To replicate, Leishmania needs lipids—essential molecules for many cellular functions. Contrary to previous beliefs, the amastigote form of the parasite, which multiplies in humans, does not produce its own lipids. Instead, it must extract them directly from the host cell.

This discovery, made by the team of Professor Albert Descoteaux at Institut national de la recherche scientifique (INRS), was recently in PLOS Pathogens.

A host protein hijacked for parasitic purposes

As part of her Ph.D. research at INRS, Ilona Gdovinova uncovered a key mechanism by which Leishmania acquires a class of lipids known as sphingolipids. She demonstrated that the parasite hijacks a host macrophage protein called VAPA, which normally facilitates lipid transport between cellular compartments.

By observing infected macrophages, the team found that VAPA accumulates around the vacuoles containing the parasite. When this protein is blocked, the vacuole can no longer expand, and the parasite stops multiplying.

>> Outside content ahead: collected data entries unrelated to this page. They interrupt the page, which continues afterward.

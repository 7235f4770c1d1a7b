import type { Claim, LocalPoint, Point } from '../../claim/claim.ts'

/** The one point of a claim's plan that is known on the Earth too, with its name; null where there is none. */
export function tieOf({
  points,
}: Claim): { name: string; point: Point & LocalPoint; place: NonNullable<LocalPoint['tie']> } | null {
  for (const [name, point] of points) {
    if (point.by === 'plan' && point.tie !== null) return { name, point, place: point.tie }
  }
  return null
}
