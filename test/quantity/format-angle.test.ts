import { describe, expect, test } from 'vitest'
import { formatArcmin, formatDegrees } from '../../src/quantity/format-angle.ts'

describe('formatDegrees', () => {
  test.each([
    [57.9077, '57°54′28″'], // 0.9077 × 60 = 54.462, 0.462 × 60 = 27.72
    [-0.2, '−0°12′00″'],
    [12 + 59 / 60 + 59.99 / 3600, '13°00′00″'],
    [0.9999999, '1°00′00″'],
    [-0.0001, '0°00′00″'],
    [359.99999, '360°00′00″'],
    [41 + 5 / 60 + 7 / 3600, '41°05′07″'],
  ])('%d to the second is %s', (deg, printed) => {
    expect(formatDegrees(deg)).toBe(printed)
  })

  test('to the minute it carries as well', () => {
    expect(formatDegrees(57.9077, 'minute')).toBe('57°54′')
    expect(formatDegrees(57.999, 'minute')).toBe('58°00′')
    expect(formatDegrees(-0.5, 'minute')).toBe('−0°30′')
  })

  test('in decimals it has four of them', () => {
    expect(formatDegrees(57.90766, 'decimal')).toBe('57.9077°')
    expect(formatDegrees(-1, 'decimal')).toBe('−1.0000°')
    expect(formatDegrees(-0.00001, 'decimal')).toBe('0.0000°')
  })

  test('refuses what is no number', () => {
    expect(() => formatDegrees(Number.NaN)).toThrow(RangeError)
    expect(() => formatArcmin(Number.POSITIVE_INFINITY)).toThrow(RangeError)
  })
})

describe('formatArcmin', () => {
  test.each([
    [0, '0′'],
    [1 / 3, '20″'],
    [0.02, '1.2″'],
    [0.99, '59″'],
    [0.9999, '1′'],
    [2.34, '2.3′'],
    [2, '2′'],
    [9.97, '10′'],
    [23.2, '23′'],
    [59.6, '1°'],
    [60, '1°'],
    [63, '1°03′'],
    [90, '1°30′'],
    [119.7, '2°'],
    [-90, '−1°30′'],
    [-0.5, '−30″'],
  ])('%d′ is %s', (arcmin, printed) => {
    expect(formatArcmin(arcmin)).toBe(printed)
  })
})
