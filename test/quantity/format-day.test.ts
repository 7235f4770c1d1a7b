import { describe, expect, test } from 'vitest'
import { formatDay } from '../../src/quantity/format-day.ts'

describe('a day for people', () => {
  test.each([
    ['2027-06-21', '21 June 2027'],
    ['2026-12-01', '1 December 2026'],
    ['2043-01-31', '31 January 2043'],
  ])('%s', (iso, words) => expect(formatDay(iso)).toBe(words))

  test.each(['2027-13-01', '2027-00-10', '21 June 2027', ''])('`%s` is none', (text) => {
    expect(() => formatDay(text)).toThrow(RangeError)
  })
})
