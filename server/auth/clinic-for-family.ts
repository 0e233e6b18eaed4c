import type { Transaction } from 'sequelize';
import type { FamilySession } from '../../shared/contracts/family-session';
import { minutesOfTime } from '../../shared/domain/day';
import { instantOf, localPartsOf } from '../../shared/domain/zone';
import { familyTime } from '../../shared/languages/family-time';
import type { Context } from '../context';
import { shownPhone } from '../messages/shown-phone';
import { sitesOf } from '../sites/sites';
import type { Site } from '../sites/sites';
import { canSpeak, loadWording } from '../wording/render';
import type { Wording } from '../wording/render';

export type ClinicForFamily = FamilySession['clinic'];

/** The words of the family's language; null when nothing can be said in it here yet. */
export async function wordingFor(
  context: Context,
  language: string,
  transaction?: Transaction,
): Promise<Wording | null> {
  return canSpeak(language) ? loadWording(context.db, language, transaction) : null;
}

/** How a family reaches the clinic now, without a word about a child. `siteId` null: the installation's first site. */
export async function clinicForFamily(
  context: Context,
  siteId: number | null,
  language: string,
): Promise<ClinicForFamily> {
  const [site] = await sitesOf(context.db, siteId === null ? undefined : [siteId]);
  if (!site) return { shortName: '', phone: '', phoneSays: '', emergencyNumber: '' };
  const wording = await wordingFor(context, language);
  return {
    shortName: site.shortName,
    phone: shownPhone(site.phone, site.country),
    phoneSays: wording ? phoneSays(site, wording, context.clock.now()) : '',
    emergencyNumber: site.emergencyNumber,
  };
}

/** Who answers the telephone now and until when; honest when nobody does. */
function phoneSays(site: Site, wording: Wording, now: number): string {
  const { on, hour, minute } = localPartsOf(now, site.zone);
  const minutes = hour * 60 + minute;
  const { from, until } = site.dawnPhone;
  const say = (key: string, time: string): string => {
    if (!wording.has(key)) return '';
    const at = instantOf({ on, time, zone: site.zone });
    return wording.text(key, {
      time: familyTime(at, site.zone, wording.profile).time,
    });
  };
  if (minutes < minutesOfTime(from)) return say('phone.says.closed', from);
  if (minutes < minutesOfTime(until)) return say('phone.says.open', until);
  return say('phone.says.closed-today', until);
}
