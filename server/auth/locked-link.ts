import type { Transaction } from 'sequelize';
import { raiseCall } from '../calls/calls';
import type { Context } from '../context';
import type { FamilyLink } from './links';

/** A person calls a family whose link locked: it may be a mistaken birth date, or somebody else with the link. */
export async function callAboutLockedLink(
  { db, clock }: Context,
  transaction: Transaction,
  link: FamilyLink,
): Promise<void> {
  const now = clock.now();
  await raiseCall(db, transaction, {
    reason: 'link-locked',
    openKey: `link-locked:${link.id}`,
    householdId: link.householdId,
    familyMemberId: link.familyMemberId,
    isForClinician: false,
    urgentAt: now,
    now,
  });
}
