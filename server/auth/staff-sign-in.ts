import type { Request, RequestHandler } from 'express';
import { Passport } from 'passport';
import type { Authenticator } from 'passport';
import { Strategy } from 'passport-local';
import { clinicLanguages, isClinicLanguage } from '../../shared/languages/clinic-languages';
import type { Context } from '../context';
import { select } from '../database/connection';
import { clearHits, countHit, isLimited, tooMany } from '../http/limit';
import type { Limit } from '../http/limit';
import { Problem } from '../http/problem';
import { asError } from './as-error';
import type { StaffMember } from './current-user';
import { verifyPassword } from './passwords';
import { hashToken } from './token-hash';

const quarterHour = 900;
/** One address guessing at one account. */
const pairLimit: Limit = { name: 'sign-in-pair', hits: 5, seconds: quarterHour };
/** Many addresses guessing at one account. */
const accountLimit: Limit = { name: 'sign-in-account', hits: 50, seconds: quarterHour };
/** A pair that signed in well lately is not held up by the account's limit, so that nobody is locked out by others. */
const trustedPair: Limit = { name: 'sign-in-trusted', hits: 1, seconds: 30 * 86_400 };

interface StaffRow {
  id: number;
  full_name: string;
  roles: string | null;
  site_id: number | null;
}

/** The active staff member of an id with roles; the one installation's first site. Null when gone or ended. */
export async function activeStaff(db: Context['db'], staffId: number): Promise<StaffMember | null> {
  const [row] = await select<StaffRow>(
    db,
    `SELECT s.id, s.full_name,
       (SELECT GROUP_CONCAT(r.role ORDER BY r.role) FROM staff_roles r WHERE r.staff_id = s.id) AS roles,
       (SELECT MIN(id) FROM sites) AS site_id
     FROM staff s WHERE s.id = :staffId AND s.is_active`,
    { staffId },
  );
  if (!row) return null;
  return {
    id: row.id,
    fullName: row.full_name,
    roles: row.roles?.split(',') ?? [],
    siteId: row.site_id ?? 0,
    language: 'en',
  };
}

interface Account {
  id: number;
  password_hash: string | null;
}

async function checkPassword(
  context: Context,
  email: string,
  password: string,
): Promise<StaffMember | null> {
  const [account] = await select<Account>(
    context.db,
    'SELECT id, password_hash FROM staff WHERE email = :email AND is_active',
    { email: email.trim().toLowerCase() },
  );
  // An unknown e-mail costs the same work as a wrong password, so that the time tells nothing.
  const isRight = await verifyPassword(account?.password_hash ?? null, password);
  return isRight && account ? activeStaff(context.db, account.id) : null;
}

/** One authenticator an application: passport's own singleton would be shared by every application of a process. */
export function staffAuthenticator(context: Context): Authenticator {
  const passport = new Passport() as unknown as Authenticator;
  passport.use(
    new Strategy({ usernameField: 'email', passwordField: 'password' }, (email, password, done) => {
      checkPassword(context, email, password).then(
        (staff) => done(null, staff ?? false),
        (error: unknown) => done(error),
      );
    }),
  );
  passport.serializeUser((user, done) => done(null, (user as StaffMember).id));
  passport.deserializeUser((id: number, done) => {
    activeStaff(context.db, id).then(
      (staff) => done(null, staff ?? false),
      (error: unknown) => done(error),
    );
  });
  return passport;
}

/** Puts on the request in which language the clinic's screen speaks: its pages say so with every request. */
export const knowClinicLanguage: RequestHandler = (req, _res, next) => {
  const wanted = req.acceptsLanguages(...clinicLanguages);
  req.clinicLanguage = wanted !== false && isClinicLanguage(wanted) ? wanted : 'en';
  next();
};

/** Puts the staff member of the session on the request. */
export const knowStaff: RequestHandler = (req, _res, next) => {
  const staff = req.user as StaffMember | undefined;
  if (staff)
    req.staffMember = {
      staff: { ...staff, language: req.clinicLanguage ?? staff.language },
      actor: {
        side: 'clinic',
        id: staff.id,
        name: staff.fullName,
        sessionHash: hashToken(req.sessionID),
        address: req.ip ?? null,
      },
    };
  next();
};

function authenticate(passport: Authenticator, req: Request): Promise<StaffMember | null> {
  return new Promise((resolve, reject) => {
    const step = passport.authenticate('local', (error: unknown, user: unknown) => {
      if (error) reject(asError(error));
      else resolve((user as StaffMember | false | undefined) || null);
    }) as RequestHandler;
    void step(req, req.res!, (error?: unknown) => reject(asError(error)));
  });
}

/**
 * Signs in with e-mail and password and renews the session's id.
 * @throws Problem 401 'sign-in-failed' with one answer for everything wrong; 429 after five tries in 15 minutes.
 */
export async function signInStaff(
  context: Context,
  passport: Authenticator,
  req: Request,
  email: string,
): Promise<StaffMember> {
  const { db } = context;
  const pair = `${email} ${req.ip ?? ''}`;
  const pairWait = await countHit(db, pairLimit, pair);
  if (pairWait !== null) throw tooMany(pairWait);
  const isTrusted = (await isLimited(db, trustedPair, pair)) !== null;
  const accountWait = isTrusted ? null : await isLimited(db, accountLimit, email);
  if (accountWait !== null) throw tooMany(accountWait);

  const staff = await authenticate(passport, req);
  if (!staff) {
    if (!isTrusted) await countHit(db, accountLimit, email);
    throw new Problem(401, 'sign-in-failed', 'The e-mail or the password is not right.');
  }
  await clearHits(db, pairLimit, pair);
  await clearHits(db, trustedPair, pair);
  await countHit(db, trustedPair, pair);
  await new Promise<void>((resolve, reject) => {
    req.logIn(staff, (error: unknown) => (error ? reject(asError(error)) : resolve()));
  });
  return staff;
}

"The parasite uses VAPA as a bridge to channel the lipids it needs. It even disrupts the protein's normal interactions to better exploit it," explains Ilona Gdovinova, doctoral student in virology and immunology at INRS and first author of the study.

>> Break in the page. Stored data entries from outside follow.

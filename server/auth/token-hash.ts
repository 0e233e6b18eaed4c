import { createHash } from 'node:crypto';

/** Tokens carry 128 bits and more of chance, so that a plain hash keeps them safe in the table. 64 hexadecimal digits. */
export function hashToken(token: string): string {
  return createHash('sha256').update(token).digest('hex');
}
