import type { RequestHandler } from 'express';
import { can, isRole } from '../../shared/access/rights';
import type { Right } from '../../shared/access/rights';
import { Problem } from '../http/problem';
import { staffMemberOf } from './current-user';

/**
 * Step of a clinic ladder: lets a staff member pass whose roles grant the right. The ladder carries the right's
 * name, so that a test can walk over every mounted route.
 */
export function right(name: Right): RequestHandler & { readonly right: Right } {
  const step: RequestHandler = (req, _res, next) => {
    const { staff } = staffMemberOf(req);
    if (!can(staff.roles.filter(isRole), name))
      throw new Problem(403, 'not-allowed', 'Your roles do not include this.', { right: name });
    next();
  };
  return Object.assign(step, { right: name });
}
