import { randomBytes } from 'node:crypto';
import type { CookieOptions, Request, Response } from 'express';
import type { Sequelize, Transaction } from 'sequelize';
import type { Settings } from '../config/settings';
import { select } from '../database/connection';
import { familyCookie } from './sessions';
import { hashToken } from './token-hash';

const cookieName = 'threedawn_phone';
const day = 86_400_000;
/** A series with its results lasts longer, but a code opens everything again. */
const rememberedDays = 30;

export interface RememberedPhone {
  readonly familyMemberId: number;
  readonly tokenHash: string;
}

const cookieOptions = (settings: Pick<Settings, 'mode'>): CookieOptions => ({
  path: familyCookie.path,
  httpOnly: true,
  sameSite: 'lax',
  secure: settings.mode === 'production',
});

function tokenOf(req: Request): string | null {
  const found = (req.get('Cookie') ?? '')
    .split(';')
    .map((pair) => pair.trim())
    .find((pair) => pair.startsWith(`${cookieName}=`))
    ?.slice(cookieName.length + 1);
  return found !== undefined && /^[A-Za-z0-9_-]{43}$/.test(found) ? found : null;
}

/** The phone of this request, while it is remembered; null for every other one. Real clock. */
export async function rememberedPhoneOf(
  db: Sequelize,
  req: Request,
  transaction?: Transaction,
): Promise<RememberedPhone | null> {
  const token = tokenOf(req);
  if (token === null) return null;
  const tokenHash = hashToken(token);
  const [row] = await select<{ family_member_id: number }>(
    db,
    `SELECT family_member_id FROM remembered_phones
     WHERE token_hash = :tokenHash AND ended_at IS NULL AND expires_at > :now`,
    { tokenHash, now: new Date() },
    transaction,
  );
  return row ? { familyMemberId: row.family_member_id, tokenHash } : null;
}

/** Remembers the phone for 30 days; an earlier memory of the same phone ends. */
export async function rememberPhone(
  db: Sequelize,
  settings: Pick<Settings, 'mode'>,
  req: Request,
  res: Response,
  familyMemberId: number,
): Promise<void> {
  const earlier = await rememberedPhoneOf(db, req);
  if (earlier) await endMemory(db, earlier);
  const token = randomBytes(32).toString('base64url');
  const now = Date.now();
  await db.query(
    `INSERT INTO remembered_phones (token_hash, family_member_id, created_at, seen_at, expires_at)
     VALUES (:tokenHash, :familyMemberId, :now, :now, :expiresAt)`,
    {
      replacements: {
        tokenHash: hashToken(token),
        familyMemberId,
        now: new Date(now),
        expiresAt: new Date(now + rememberedDays * day),
      },
    },
  );
  res.cookie(cookieName, token, { ...cookieOptions(settings), maxAge: rememberedDays * day });
}

/** "Forget this phone": its memory ends and its cookie goes. Other phones of the family member stay. */
export async function forgetPhone(
  db: Sequelize,
  settings: Pick<Settings, 'mode'>,
  req: Request,
  res: Response,
): Promise<void> {
  const here = await rememberedPhoneOf(db, req);
  if (here) await endMemory(db, here);
  res.clearCookie(cookieName, cookieOptions(settings));
}

async function endMemory(db: Sequelize, { tokenHash }: RememberedPhone): Promise<void> {
  await db.query(
    'UPDATE remembered_phones SET ended_at = :now WHERE token_hash = :tokenHash AND ended_at IS NULL',
    { replacements: { now: new Date(), tokenHash } },
  );
}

"This discovery highlights how finely parasites can manipulate cellular functions to ensure their survival," she adds.

The team, based at the INRS Armand-Frappier Santé Biotechnologie Research Centre, also found that VAPA helps the parasite transport a key virulence molecule to another part of the host cell. This shows that the protein plays a crucial role in two-way exchanges between the parasite and its host.

"By identifying a critical mechanism for Leishmania's acquisition of sphingolipids, this work opens the door to new strategies to block its replication," says Professor Albert Descoteaux, director of the Infectiopole and lead author of the study.

A specialist in host-pathogen interactions and a member of the Pasteur Network, Professor Descoteaux emphasizes the importance of understanding how these pathogens replicate in humans. This knowledge is essential for developing new therapeutic or preventive approaches—especially as drug resistance spreads and treatment options remain limited.